What I’m trying to figure out is if the Art Institutes are hopelessly out of touch with gastronomic trends or if they’re cutting edge. Based on the following tidbits from the past month, I declare the Art Institutes eerily prescient.

November 5th: Gridskipper maps out Berlin’s haute culinary haunts.

November 14th: the New York Post posited that a schnitzel revival is underway.

November 18th: The New York Times devoted nearly 3,000 words to neue Deutsche küche, a.k.a. new German cuisine.

November 21st: Eater predicts the lamb schnitzel at newcomer The Smith will be removed from the menu due to being “absurd.” A backlash already?
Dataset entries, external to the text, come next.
"""The one table of finding codes of register and programme file, and how findings are made."""

from __future__ import annotations

import difflib
from enum import StrEnum
from types import MappingProxyType
from typing import TYPE_CHECKING

from georoute.domain.findings import Finding, Severity

if TYPE_CHECKING:
    from collections.abc import Iterable, Mapping

__all__ = ["CODE_MEANINGS", "Code", "nearest", "nearest_words", "new_finding", "severity_of"]

_SHOWN = 80
"""Longer values are cut in findings; a report is read by a person."""


class Code(StrEnum):
    """What can be found in a register or a programme file; the words are stable."""

    # the file
    FILE_NOT_FOUND = "file_not_found"
    NOT_READABLE = "not_readable"
    UNKNOWN_FORMAT = "unknown_format"
    DAMAGED_FILE = "damaged_file"
    EMPTY_FILE = "empty_file"
    NO_ROWS = "no_rows"
    UNKNOWN_ENCODING = "unknown_encoding"
    BROKEN_QUOTES = "broken_quotes"
    WRONG_SHEET = "wrong_sheet"
    WRONG_LAYER = "wrong_layer"
    UNKNOWN_CRS = "unknown_crs"
    ENCODING_ASSUMED = "encoding_assumed"
    SEPARATOR_ASSUMED = "separator_assumed"
    DECIMAL_COMMA_ASSUMED = "decimal_comma_assumed"
    SHEET_ASSUMED = "sheet_assumed"
    LAYER_ASSUMED = "layer_assumed"
    CONVERTED_TO_WGS84 = "converted_to_wgs84"
    SETTING_NOT_USED = "setting_not_used"
    READER_REMARK = "reader_remark"
    # its headers
    MISSING_COLUMN = "missing_column"
    DUPLICATE_HEADER = "duplicate_header"
    EMPTY_HEADER = "empty_header"
    MAPPED_HEADER_ABSENT = "mapped_header_absent"
    UNKNOWN_MAPPING = "unknown_mapping"
    SIMILAR_COLUMN = "similar_column"
    SECOND_COLUMN = "second_column"
    COLUMN_WITHOUT_EFFECT = "column_without_effect"
    # its rows
    RAGGED_ROW = "ragged_row"
    MISSING_ID = "missing_id"
    DUPLICATE_ID = "duplicate_id"
    DUPLICATE_VISIT = "duplicate_visit"
    SIMILAR_ID = "similar_id"
    BLANKS_IN_ID = "blanks_in_id"
    CONTROL_CHARACTER = "control_character"
    SEPARATOR_IN_ID = "separator_in_id"
    ID_OF_A_BASE = "id_of_a_base"
    MISSING_COORDINATE = "missing_coordinate"
    UNREADABLE_COORDINATE = "unreadable_coordinate"
    NOT_A_POINT = "not_a_point"
    ZERO_COORDINATE = "zero_coordinate"
    COORDINATE_OUT_OF_RANGE = "coordinate_out_of_range"
    COORDINATES_NOT_DEGREES = "coordinates_not_degrees"
    COORDINATE_OUTSIDE_CRS = "coordinate_outside_crs"
    SWAPPED_AXES = "swapped_axes"
    FAR_OUTLIER = "far_outlier"
    SAME_PLACE = "same_place"
    TEXT_IN_NUMBER = "text_in_number"
    DECIMAL_COMMA = "decimal_comma"
    DECIMAL_POINT = "decimal_point"
    NOT_FINITE = "not_finite"
    NEGATIVE_TIME = "negative_time"
    ABSURD_TIME = "absurd_time"
    TINY_TIME = "tiny_time"
    NEGATIVE_NUMBER = "negative_number"
    UNREADABLE_DATE = "unreadable_date"
    AMBIGUOUS_DATE = "ambiguous_date"
    ABSURD_DATE = "absurd_date"
    LATEST_BEFORE_EARLIEST = "latest_before_earliest"
    DUE_OUTSIDE_DATES = "due_outside_dates"
    OUTSIDE_HORIZON = "outside_horizon"
    UNREADABLE_YES_NO = "unreadable_yes_no"
    UNKNOWN_INSPECTOR = "unknown_inspector"
    FORMULA_WITHOUT_VALUE = "formula_without_value"
    ERROR_CELL = "error_cell"
    # the programme file
    TOML_SYNTAX = "toml_syntax"
    UNKNOWN_KEY = "unknown_key"
    MISSING_KEY = "missing_key"
    WRONG_TYPE = "wrong_type"
    VALUE_OUT_OF_RANGE = "value_out_of_range"
    EMPTY_TEXT = "empty_text"
    UNKNOWN_ZONE = "unknown_zone"
    LAST_BEFORE_FIRST = "last_before_first"
    HORIZON_TOO_LONG = "horizon_too_long"
    UNKNOWN_BASE = "unknown_base"
    NO_WORKING_DAY = "no_working_day"
    INSPECTOR_WITHOUT_DAY = "inspector_without_day"
    UNKNOWN_HOLIDAYS = "unknown_holidays"
    UNKNOWN_WEEKDAY = "unknown_weekday"
    SHIFT_TIMES_EQUAL = "shift_times_equal"
    NO_TIME_LEFT = "no_time_left"
    OVERTIME_BEYOND_SHIFT = "overtime_beyond_shift"
    NEGATIVE_MONEY = "negative_money"
    UNKNOWN_TRAVEL_METHOD = "unknown_travel_method"
    UNKNOWN_AIM = "unknown_aim"
    UNKNOWN_EFFORT = "unknown_effort"
    MISSING_TABLE = "missing_table"
    MISSING_ROADS = "missing_roads"
    UNKNOWN_ROAD_CLASS = "unknown_road_class"


_F, _W, _N = Severity.FAULT, Severity.WARNING, Severity.NOTE

CODE_MEANINGS: Mapping[Code, tuple[Severity, str]] = MappingProxyType(
    {
        Code.FILE_NOT_FOUND: (_F, "There is no such file."),
        Code.NOT_READABLE: (_F, "The file may not be read, or is a folder."),
        Code.UNKNOWN_FORMAT: (_F, "The file is of no format that can be read."),
        Code.DAMAGED_FILE: (_F, "The file is not what its name says, or is damaged."),
        Code.EMPTY_FILE: (_F, "The file has no content."),
        Code.NO_ROWS: (_F, "The file has headers and no rows."),
        Code.UNKNOWN_ENCODING: (_F, "The file is not text in UTF-8, UTF-16 or Windows-1252."),
        Code.BROKEN_QUOTES: (_F, "Quotation marks break the rules of RFC 4180."),
        Code.WRONG_SHEET: (_F, "The workbook has no sheet of that name."),
        Code.WRONG_LAYER: (_F, "The file has no layer of that name."),
        Code.UNKNOWN_CRS: (_F, "The coordinate system is not stated, or its name is not known."),
        Code.ENCODING_ASSUMED: (_N, "Which encoding was assumed, and why."),
        Code.SEPARATOR_ASSUMED: (_N, "Cells are separated by something else than commas."),
        Code.DECIMAL_COMMA_ASSUMED: (_N, "Numbers are written with a decimal comma throughout."),
        Code.SHEET_ASSUMED: (_N, "The workbook has several sheets and none was chosen."),
        Code.LAYER_ASSUMED: (_N, "The file has several layers and none was chosen."),
        Code.CONVERTED_TO_WGS84: (_N, "From which system coordinates were converted to WGS 84."),
        Code.SETTING_NOT_USED: (_N, "A setting does not apply to this file."),
        Code.READER_REMARK: (_N, "A remark of the library that read the file."),
        Code.MISSING_COLUMN: (_F, "A column that is needed is absent."),
        Code.DUPLICATE_HEADER: (_F, "Two columns have the same header, or the same meaning."),
        Code.EMPTY_HEADER: (_W, "A column has values and no header."),
        Code.MAPPED_HEADER_ABSENT: (_F, "The column mapping names a header the file lacks."),
        Code.UNKNOWN_MAPPING: (_F, "The column mapping names a column that does not exist."),
        Code.SIMILAR_COLUMN: (_W, "An unknown header looks like a misspelt known one."),
        Code.SECOND_COLUMN: (_W, "A second column of the same meaning is only carried through."),
        Code.COLUMN_WITHOUT_EFFECT: (_W, "A known column that does not shape the plan."),
        Code.RAGGED_ROW: (_F, "A row has more or fewer cells than there are headers."),
        Code.MISSING_ID: (_F, "The id is empty."),
        Code.DUPLICATE_ID: (_F, "Two rows or two entries have the same id."),
        Code.DUPLICATE_VISIT: (_F, "Two rows name the same site, task and occurrence together."),
        Code.SIMILAR_ID: (_W, "Two ids differ only in capitals or blanks."),
        Code.BLANKS_IN_ID: (_W, "An id begins or ends with blanks."),
        Code.CONTROL_CHARACTER: (_F, "An id holds a character that cannot be seen."),
        Code.SEPARATOR_IN_ID: (_F, "An inspector's id holds `;` or `,`, which part ids."),
        Code.ID_OF_A_BASE: (_F, "A site has the id of a base."),
        Code.MISSING_COORDINATE: (_F, "A coordinate is empty."),
        Code.UNREADABLE_COORDINATE: (_F, "A coordinate is not a number."),
        Code.NOT_A_POINT: (_F, "A feature is a line or an area; sites are points."),
        Code.ZERO_COORDINATE: (_F, "Both coordinates are 0: an empty form, hardly a place."),
        Code.COORDINATE_OUT_OF_RANGE: (_F, "Latitude beyond 90 or longitude beyond 180 degrees."),
        Code.COORDINATES_NOT_DEGREES: (_F, "Coordinates of the whole file are no degrees."),
        Code.COORDINATE_OUTSIDE_CRS: (_F, "A coordinate lies outside its coordinate system."),
        Code.SWAPPED_AXES: (_F, "Latitude and longitude are exchanged, judged by the rest."),
        Code.FAR_OUTLIER: (_W, "A site lies far from all the others."),
        Code.SAME_PLACE: (_W, "Two sites have the same coordinates."),
        Code.TEXT_IN_NUMBER: (_F, "A cell that must be a number holds text."),
        Code.DECIMAL_COMMA: (_F, "A decimal comma in a file written with decimal points."),
        Code.DECIMAL_POINT: (_F, "A decimal point in a file written with decimal commas."),
        Code.NOT_FINITE: (_F, "A number is infinite or not a number (NaN)."),
        Code.NEGATIVE_TIME: (_F, "A length of time is below 0."),
        Code.ABSURD_TIME: (_F, "A length of time is longer than a day."),
        Code.TINY_TIME: (_W, "Work of less than a minute: is it in hours?"),
        Code.NEGATIVE_NUMBER: (_F, "A load or a worth is below 0."),
        Code.UNREADABLE_DATE: (_F, "A date is not written as YYYY-MM-DD (ISO 8601)."),
        Code.AMBIGUOUS_DATE: (_F, "A date can be read in two ways."),
        Code.ABSURD_DATE: (_F, "A date before 1950 or after 2199."),
        Code.LATEST_BEFORE_EARLIEST: (_F, "The latest date is before the earliest."),
        Code.DUE_OUTSIDE_DATES: (_W, "The due date is before the earliest or after the latest."),
        Code.OUTSIDE_HORIZON: (_W, "The visit's dates lie outside the programme's dates."),
        Code.UNREADABLE_YES_NO: (_F, "A cell that must be yes or no is neither."),
        Code.UNKNOWN_INSPECTOR: (_F, "A row names an inspector the programme does not have."),
        Code.FORMULA_WITHOUT_VALUE: (_F, "A cell has a formula whose value was never computed."),
        Code.ERROR_CELL: (_F, "A cell holds a spreadsheet error such as #N/A."),
        Code.TOML_SYNTAX: (_F, "The programme file breaks the rules of TOML 1.0."),
        Code.UNKNOWN_KEY: (_F, "A key that does not exist."),
        Code.MISSING_KEY: (_F, "A key that is needed is absent."),
        Code.WRONG_TYPE: (_F, "A value is of the wrong kind."),
        Code.VALUE_OUT_OF_RANGE: (_F, "A number is too small or too large."),
        Code.EMPTY_TEXT: (_F, "A text that is needed is empty."),
        Code.UNKNOWN_ZONE: (_F, "A time zone that is not in the IANA list."),
        Code.LAST_BEFORE_FIRST: (_F, "The last date is before the first."),
        Code.HORIZON_TOO_LONG: (_F, "The programme is longer than 366 days."),
        Code.UNKNOWN_BASE: (_F, "An inspector names a base that does not exist, or none."),
        Code.NO_WORKING_DAY: (_F, "Nobody works on any date of the programme."),
        Code.INSPECTOR_WITHOUT_DAY: (_W, "An inspector works on no date of the programme."),
        Code.UNKNOWN_HOLIDAYS: (_F, "A country or subdivision whose holidays are not known."),
        Code.UNKNOWN_WEEKDAY: (_F, "A weekday that does not exist."),
        Code.SHIFT_TIMES_EQUAL: (_F, "A shift ends at the time it starts."),
        Code.NO_TIME_LEFT: (_F, "The write-up leaves no time for the tour."),
        Code.OVERTIME_BEYOND_SHIFT: (_W, "The shift ends before the overtime limit is reached."),
        Code.NEGATIVE_MONEY: (_F, "A price is below 0."),
        Code.UNKNOWN_TRAVEL_METHOD: (_F, "A travel method that does not exist."),
        Code.UNKNOWN_AIM: (_F, "An aim that does not exist."),
        Code.UNKNOWN_EFFORT: (_F, "An effort that does not exist."),
        Code.MISSING_TABLE: (_F, "The travel method is `table` and no table is named."),
        Code.UNKNOWN_ROAD_CLASS: (_F, "A class of road that does not exist."),
        Code.MISSING_ROADS: (_F, "The travel method is `roads` and no roads are named."),
    }
)


def severity_of(code: Code) -> Severity:
    """Return the severity that all findings of a code have."""
    return CODE_MEANINGS[code][0]


def _shown(value: object) -> str:
    text = str(value)
    return text if len(text) <= _SHOWN else f"{text[: _SHOWN - 1]}…"


def new_finding(  # noqa: PLR0913 - a finding has that many sides
    code: Code,
    message: str,
    remedy: str,
    *,
    row: int | None = None,
    column: str = "",
    value: object = "",
    subject: str = "",
) -> Finding:
    """Make a finding; its severity follows from the code, its file is set by the reader."""
    return Finding(
        severity=severity_of(code),
        code=code.value,
        message=message,
        remedy=remedy,
        row=row,
        column=column,
        value=_shown(value),
        subject=subject,
    )


def nearest(word: str, known: Iterable[str], *, count: int = 3) -> tuple[str, ...]:
    """Return the known words most like ``word``, the most like first; case does not matter."""
    by_folded: dict[str, str] = {}
    for candidate in known:
        by_folded.setdefault(candidate.casefold(), candidate)
    # Only the beginning of a monstrous word is compared: the cost is quadratic.
    close = difflib.get_close_matches(word.casefold()[:_SHOWN], by_folded, n=count, cutoff=0.6)
    return tuple(by_folded[folded] for folded in close)


def nearest_words(word: str, known: Iterable[str], *, count: int = 3) -> str:
    """Return a sentence that names the nearest known words, or all of them where none is near."""
    names = tuple(known)
    close = nearest(word, names, count=count)
    if close:
        return "did you mean " + " or ".join(f"`{name}`" for name in close) + "?"
    return "known are " + ", ".join(f"`{name}`" for name in names) if names else "none is known"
Someone has to put an end to the whole Spanish avant-garde thing, right?


I think I bungled my attempt to explore Hunan cuisine and I don’t know if I’ll be able to rectify that in NYC. Grand Sichuan has a few items from the region, but I can’t think of any dedicated restaurants. I’m all ears if anyone has suggestions.


Everything I read went on about how fiery the food is; hotter than Sichuan minus the peppercorns. I blandly mis-ordered, thinking Guyi was where I was meant to get the pork knuckle when it was actually Jishi. Oh well, the massive parcel of tender meat kept us occupied for some time. The slew of dried chiles were really more for looks, though. I enjoyed plucking wedges of meat from the gelatinous casing, though I do prefer the crispy exteriors associated with Filipino crispy pata or German schweinehaxe. Pork skin is meant to be chomped on.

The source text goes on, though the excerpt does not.